The task
Please return all lines in the listing holding the word "MonteCarloPropagation".

BEGIN Data supplied

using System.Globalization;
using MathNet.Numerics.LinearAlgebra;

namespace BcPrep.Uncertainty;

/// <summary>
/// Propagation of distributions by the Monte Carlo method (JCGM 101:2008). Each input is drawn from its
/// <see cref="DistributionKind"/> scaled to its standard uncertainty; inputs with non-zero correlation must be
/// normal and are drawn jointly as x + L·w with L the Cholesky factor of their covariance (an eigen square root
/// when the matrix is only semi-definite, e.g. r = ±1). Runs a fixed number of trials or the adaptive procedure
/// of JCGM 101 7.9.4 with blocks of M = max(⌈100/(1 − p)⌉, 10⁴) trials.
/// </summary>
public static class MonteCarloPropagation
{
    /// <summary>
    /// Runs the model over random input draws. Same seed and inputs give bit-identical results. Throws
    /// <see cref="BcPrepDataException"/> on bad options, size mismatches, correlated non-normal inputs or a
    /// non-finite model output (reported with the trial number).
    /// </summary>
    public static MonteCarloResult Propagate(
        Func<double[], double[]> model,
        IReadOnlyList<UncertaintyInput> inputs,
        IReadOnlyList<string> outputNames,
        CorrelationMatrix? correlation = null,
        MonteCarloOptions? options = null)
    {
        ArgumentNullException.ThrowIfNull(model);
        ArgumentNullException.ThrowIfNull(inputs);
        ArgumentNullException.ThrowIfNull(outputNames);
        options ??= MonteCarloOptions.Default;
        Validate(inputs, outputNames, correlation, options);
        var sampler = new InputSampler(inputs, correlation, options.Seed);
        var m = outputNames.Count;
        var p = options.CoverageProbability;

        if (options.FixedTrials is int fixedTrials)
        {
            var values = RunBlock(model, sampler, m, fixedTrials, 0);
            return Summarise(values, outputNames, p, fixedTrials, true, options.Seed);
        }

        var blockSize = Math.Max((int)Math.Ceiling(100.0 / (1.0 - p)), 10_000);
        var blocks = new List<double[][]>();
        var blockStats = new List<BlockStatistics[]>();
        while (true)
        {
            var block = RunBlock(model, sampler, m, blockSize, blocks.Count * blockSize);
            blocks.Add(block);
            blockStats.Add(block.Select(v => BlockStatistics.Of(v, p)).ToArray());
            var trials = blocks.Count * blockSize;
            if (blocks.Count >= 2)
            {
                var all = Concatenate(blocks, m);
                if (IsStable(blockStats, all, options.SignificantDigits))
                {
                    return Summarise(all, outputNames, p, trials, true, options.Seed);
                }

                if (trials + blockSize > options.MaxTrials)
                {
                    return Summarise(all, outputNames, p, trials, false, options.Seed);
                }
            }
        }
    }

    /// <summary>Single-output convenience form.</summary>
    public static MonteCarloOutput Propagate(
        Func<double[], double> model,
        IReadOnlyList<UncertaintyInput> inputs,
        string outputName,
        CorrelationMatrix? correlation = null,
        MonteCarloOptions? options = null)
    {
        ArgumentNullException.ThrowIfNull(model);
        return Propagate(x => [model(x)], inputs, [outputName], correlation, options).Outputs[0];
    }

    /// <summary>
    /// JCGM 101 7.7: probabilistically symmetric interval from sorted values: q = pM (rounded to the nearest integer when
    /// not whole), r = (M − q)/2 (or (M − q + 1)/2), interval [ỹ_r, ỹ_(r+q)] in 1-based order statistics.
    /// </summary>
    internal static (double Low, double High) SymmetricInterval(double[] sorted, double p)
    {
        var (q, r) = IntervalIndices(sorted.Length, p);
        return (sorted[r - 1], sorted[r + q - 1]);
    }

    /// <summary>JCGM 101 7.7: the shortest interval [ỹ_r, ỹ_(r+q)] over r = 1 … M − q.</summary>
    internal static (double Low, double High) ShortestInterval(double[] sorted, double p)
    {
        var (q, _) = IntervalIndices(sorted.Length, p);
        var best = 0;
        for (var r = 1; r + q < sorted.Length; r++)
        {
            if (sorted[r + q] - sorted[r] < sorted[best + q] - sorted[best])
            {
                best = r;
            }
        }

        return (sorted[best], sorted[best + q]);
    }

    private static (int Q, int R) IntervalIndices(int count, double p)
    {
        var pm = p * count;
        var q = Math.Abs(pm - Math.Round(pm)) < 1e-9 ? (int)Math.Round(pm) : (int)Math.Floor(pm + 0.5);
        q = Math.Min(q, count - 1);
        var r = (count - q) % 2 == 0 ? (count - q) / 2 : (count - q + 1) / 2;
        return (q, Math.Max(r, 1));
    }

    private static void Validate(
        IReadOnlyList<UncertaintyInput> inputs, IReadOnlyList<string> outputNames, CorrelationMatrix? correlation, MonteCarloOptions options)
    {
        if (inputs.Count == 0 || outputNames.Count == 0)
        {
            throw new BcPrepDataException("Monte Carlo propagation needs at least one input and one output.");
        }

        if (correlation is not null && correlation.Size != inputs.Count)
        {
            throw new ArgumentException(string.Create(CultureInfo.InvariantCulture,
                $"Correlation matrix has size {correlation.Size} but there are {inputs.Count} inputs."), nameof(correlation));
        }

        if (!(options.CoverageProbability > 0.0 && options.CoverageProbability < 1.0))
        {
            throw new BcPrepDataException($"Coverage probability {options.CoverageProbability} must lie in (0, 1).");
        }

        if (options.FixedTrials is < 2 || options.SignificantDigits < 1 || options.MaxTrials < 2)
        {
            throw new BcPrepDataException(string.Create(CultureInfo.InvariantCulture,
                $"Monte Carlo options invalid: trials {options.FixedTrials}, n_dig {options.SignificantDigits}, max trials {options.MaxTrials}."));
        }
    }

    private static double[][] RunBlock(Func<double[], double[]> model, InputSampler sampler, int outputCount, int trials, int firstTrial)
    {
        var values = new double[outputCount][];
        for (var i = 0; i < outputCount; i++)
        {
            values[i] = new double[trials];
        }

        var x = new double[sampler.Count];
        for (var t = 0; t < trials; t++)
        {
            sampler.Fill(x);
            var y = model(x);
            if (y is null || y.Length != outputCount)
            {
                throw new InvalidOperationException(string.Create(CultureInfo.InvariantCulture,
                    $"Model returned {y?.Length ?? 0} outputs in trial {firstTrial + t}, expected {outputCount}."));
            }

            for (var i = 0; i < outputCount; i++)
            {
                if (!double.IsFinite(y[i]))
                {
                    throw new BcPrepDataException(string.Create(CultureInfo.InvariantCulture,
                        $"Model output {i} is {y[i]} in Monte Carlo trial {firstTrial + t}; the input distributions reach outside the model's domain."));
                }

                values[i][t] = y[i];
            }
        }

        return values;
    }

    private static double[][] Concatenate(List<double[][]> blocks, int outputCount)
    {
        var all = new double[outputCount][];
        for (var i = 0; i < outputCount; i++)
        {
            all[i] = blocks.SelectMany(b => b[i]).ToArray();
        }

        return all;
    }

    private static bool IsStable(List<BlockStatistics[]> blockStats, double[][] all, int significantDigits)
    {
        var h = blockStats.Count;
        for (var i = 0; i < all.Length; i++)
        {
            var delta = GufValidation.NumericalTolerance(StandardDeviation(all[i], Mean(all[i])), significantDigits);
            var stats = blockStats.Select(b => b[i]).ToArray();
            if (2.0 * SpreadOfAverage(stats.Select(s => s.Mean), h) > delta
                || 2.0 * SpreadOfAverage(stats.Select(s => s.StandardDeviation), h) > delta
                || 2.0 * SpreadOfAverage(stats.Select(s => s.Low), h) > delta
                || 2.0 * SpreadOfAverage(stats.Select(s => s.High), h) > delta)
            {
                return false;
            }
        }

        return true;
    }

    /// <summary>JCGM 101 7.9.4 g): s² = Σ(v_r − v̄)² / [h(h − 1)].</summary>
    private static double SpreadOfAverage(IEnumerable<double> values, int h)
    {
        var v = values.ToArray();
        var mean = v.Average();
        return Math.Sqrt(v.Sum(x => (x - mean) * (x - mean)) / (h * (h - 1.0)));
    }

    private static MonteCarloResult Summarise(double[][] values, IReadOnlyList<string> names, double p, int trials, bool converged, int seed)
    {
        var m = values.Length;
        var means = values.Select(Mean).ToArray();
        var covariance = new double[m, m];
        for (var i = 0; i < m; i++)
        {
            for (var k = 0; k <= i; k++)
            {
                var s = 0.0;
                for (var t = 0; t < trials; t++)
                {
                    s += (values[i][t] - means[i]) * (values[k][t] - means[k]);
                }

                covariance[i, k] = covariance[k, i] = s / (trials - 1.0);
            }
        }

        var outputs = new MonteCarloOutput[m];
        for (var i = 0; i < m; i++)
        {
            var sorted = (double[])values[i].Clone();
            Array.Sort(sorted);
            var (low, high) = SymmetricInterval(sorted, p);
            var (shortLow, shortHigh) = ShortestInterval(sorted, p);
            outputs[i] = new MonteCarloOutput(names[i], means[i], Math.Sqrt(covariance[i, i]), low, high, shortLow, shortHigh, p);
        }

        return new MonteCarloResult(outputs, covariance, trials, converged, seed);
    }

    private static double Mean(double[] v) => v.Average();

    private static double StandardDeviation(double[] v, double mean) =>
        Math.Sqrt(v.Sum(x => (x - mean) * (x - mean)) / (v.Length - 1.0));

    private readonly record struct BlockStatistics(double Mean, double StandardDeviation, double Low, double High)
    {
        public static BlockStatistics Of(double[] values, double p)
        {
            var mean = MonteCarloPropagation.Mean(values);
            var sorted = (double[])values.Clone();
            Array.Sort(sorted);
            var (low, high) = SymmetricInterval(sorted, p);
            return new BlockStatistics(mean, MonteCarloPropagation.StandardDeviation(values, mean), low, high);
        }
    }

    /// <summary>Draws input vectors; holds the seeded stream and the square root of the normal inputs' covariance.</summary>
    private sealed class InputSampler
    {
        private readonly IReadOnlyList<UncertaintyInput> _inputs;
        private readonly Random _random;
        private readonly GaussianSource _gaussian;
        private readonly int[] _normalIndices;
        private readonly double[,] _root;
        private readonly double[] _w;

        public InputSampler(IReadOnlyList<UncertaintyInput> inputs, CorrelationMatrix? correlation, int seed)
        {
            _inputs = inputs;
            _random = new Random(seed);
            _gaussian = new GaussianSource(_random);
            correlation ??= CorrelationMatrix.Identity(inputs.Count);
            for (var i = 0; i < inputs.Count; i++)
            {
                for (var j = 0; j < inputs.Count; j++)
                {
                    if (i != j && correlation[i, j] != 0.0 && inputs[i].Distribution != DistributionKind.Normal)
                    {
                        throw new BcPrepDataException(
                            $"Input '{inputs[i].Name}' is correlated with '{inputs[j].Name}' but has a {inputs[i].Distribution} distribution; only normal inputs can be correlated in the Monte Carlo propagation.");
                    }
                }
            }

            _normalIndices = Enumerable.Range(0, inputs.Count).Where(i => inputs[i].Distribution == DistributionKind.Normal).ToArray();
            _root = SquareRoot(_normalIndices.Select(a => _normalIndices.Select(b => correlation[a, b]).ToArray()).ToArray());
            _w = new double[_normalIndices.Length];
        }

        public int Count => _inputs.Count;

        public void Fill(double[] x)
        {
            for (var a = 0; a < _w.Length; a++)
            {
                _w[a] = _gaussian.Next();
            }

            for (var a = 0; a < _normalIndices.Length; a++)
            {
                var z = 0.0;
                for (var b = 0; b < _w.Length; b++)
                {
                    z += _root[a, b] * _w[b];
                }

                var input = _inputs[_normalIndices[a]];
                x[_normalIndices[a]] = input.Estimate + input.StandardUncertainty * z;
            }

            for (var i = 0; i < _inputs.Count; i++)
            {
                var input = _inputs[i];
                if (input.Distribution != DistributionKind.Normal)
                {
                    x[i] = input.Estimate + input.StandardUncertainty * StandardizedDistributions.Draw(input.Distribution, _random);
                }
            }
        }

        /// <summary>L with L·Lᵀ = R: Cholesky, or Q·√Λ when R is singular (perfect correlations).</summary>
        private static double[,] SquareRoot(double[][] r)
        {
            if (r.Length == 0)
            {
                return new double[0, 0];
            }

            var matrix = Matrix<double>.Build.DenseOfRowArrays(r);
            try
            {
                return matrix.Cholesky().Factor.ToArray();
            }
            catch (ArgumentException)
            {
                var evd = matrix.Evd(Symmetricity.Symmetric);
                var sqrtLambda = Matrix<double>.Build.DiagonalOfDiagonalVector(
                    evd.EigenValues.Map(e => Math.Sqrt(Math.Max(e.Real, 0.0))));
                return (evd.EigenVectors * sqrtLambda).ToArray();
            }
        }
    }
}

END Data supplied

Result of the task
public static class MonteCarloPropagation
            var mean = MonteCarloPropagation.Mean(values);
            return new BlockStatistics(mean, MonteCarloPropagation.StandardDeviation(values, mean), low, high);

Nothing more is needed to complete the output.